Directions for this task:
Among the entries below, find each line holding "Fractions" and return it.

Input for this task:
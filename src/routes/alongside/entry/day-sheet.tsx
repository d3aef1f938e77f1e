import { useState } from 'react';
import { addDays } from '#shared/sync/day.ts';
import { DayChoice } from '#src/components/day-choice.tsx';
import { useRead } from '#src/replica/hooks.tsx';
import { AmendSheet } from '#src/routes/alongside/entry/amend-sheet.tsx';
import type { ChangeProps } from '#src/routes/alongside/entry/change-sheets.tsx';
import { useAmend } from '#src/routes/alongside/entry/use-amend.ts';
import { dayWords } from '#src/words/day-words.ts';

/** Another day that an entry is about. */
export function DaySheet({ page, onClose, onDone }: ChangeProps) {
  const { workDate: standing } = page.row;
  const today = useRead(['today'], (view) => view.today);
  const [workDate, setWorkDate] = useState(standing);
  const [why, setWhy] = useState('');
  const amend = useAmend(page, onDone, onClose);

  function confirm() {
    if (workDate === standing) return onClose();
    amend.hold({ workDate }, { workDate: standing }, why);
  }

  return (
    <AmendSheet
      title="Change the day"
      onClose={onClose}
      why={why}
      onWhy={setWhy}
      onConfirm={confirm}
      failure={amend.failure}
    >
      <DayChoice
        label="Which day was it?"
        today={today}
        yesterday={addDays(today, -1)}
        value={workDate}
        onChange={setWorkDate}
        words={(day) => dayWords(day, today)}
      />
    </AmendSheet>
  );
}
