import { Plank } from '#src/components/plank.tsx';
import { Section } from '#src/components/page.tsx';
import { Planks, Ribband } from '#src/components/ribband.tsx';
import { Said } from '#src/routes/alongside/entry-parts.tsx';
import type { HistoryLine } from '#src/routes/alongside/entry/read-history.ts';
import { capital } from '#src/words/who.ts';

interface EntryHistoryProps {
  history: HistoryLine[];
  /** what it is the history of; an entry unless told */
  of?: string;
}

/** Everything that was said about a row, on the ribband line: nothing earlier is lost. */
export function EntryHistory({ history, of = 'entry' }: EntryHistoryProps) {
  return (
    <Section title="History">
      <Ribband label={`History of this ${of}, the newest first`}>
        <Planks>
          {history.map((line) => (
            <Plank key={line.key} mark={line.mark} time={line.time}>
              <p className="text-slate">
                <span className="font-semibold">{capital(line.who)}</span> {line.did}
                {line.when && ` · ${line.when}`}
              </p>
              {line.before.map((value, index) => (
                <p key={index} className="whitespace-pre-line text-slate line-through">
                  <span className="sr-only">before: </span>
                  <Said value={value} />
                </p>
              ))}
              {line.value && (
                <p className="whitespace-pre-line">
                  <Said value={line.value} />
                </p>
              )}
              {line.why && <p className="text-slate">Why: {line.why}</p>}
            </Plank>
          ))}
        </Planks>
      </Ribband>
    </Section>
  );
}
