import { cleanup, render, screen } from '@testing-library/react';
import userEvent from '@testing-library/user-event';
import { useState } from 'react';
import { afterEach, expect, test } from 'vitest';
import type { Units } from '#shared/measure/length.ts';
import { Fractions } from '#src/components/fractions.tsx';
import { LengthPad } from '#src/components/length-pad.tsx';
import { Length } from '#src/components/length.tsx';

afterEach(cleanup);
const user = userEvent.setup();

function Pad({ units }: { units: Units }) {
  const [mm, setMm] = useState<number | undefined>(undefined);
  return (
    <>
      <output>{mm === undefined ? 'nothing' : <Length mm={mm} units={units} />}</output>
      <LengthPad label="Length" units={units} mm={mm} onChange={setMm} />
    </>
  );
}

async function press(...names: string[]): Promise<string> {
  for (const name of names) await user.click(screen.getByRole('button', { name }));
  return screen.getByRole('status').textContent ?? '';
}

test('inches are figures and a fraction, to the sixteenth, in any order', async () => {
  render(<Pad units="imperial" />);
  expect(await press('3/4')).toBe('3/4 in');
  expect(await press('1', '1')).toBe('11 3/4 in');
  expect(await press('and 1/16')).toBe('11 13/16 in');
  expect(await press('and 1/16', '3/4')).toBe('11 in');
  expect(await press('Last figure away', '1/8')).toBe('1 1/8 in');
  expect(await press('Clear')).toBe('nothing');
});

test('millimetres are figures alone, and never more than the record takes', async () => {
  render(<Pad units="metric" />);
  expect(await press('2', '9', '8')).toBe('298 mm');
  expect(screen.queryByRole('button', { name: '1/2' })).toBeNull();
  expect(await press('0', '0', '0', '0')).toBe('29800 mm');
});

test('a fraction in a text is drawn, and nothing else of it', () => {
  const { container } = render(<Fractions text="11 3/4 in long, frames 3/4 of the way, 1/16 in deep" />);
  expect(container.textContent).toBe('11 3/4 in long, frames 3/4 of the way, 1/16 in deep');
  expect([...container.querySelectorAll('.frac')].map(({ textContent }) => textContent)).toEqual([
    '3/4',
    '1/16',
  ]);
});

Answer box:
import { Fractions } from '#src/components/fractions.tsx';
  const { container } = render(<Fractions text="11 3/4 in long, frames 3/4 of the way, 1/16 in deep" />);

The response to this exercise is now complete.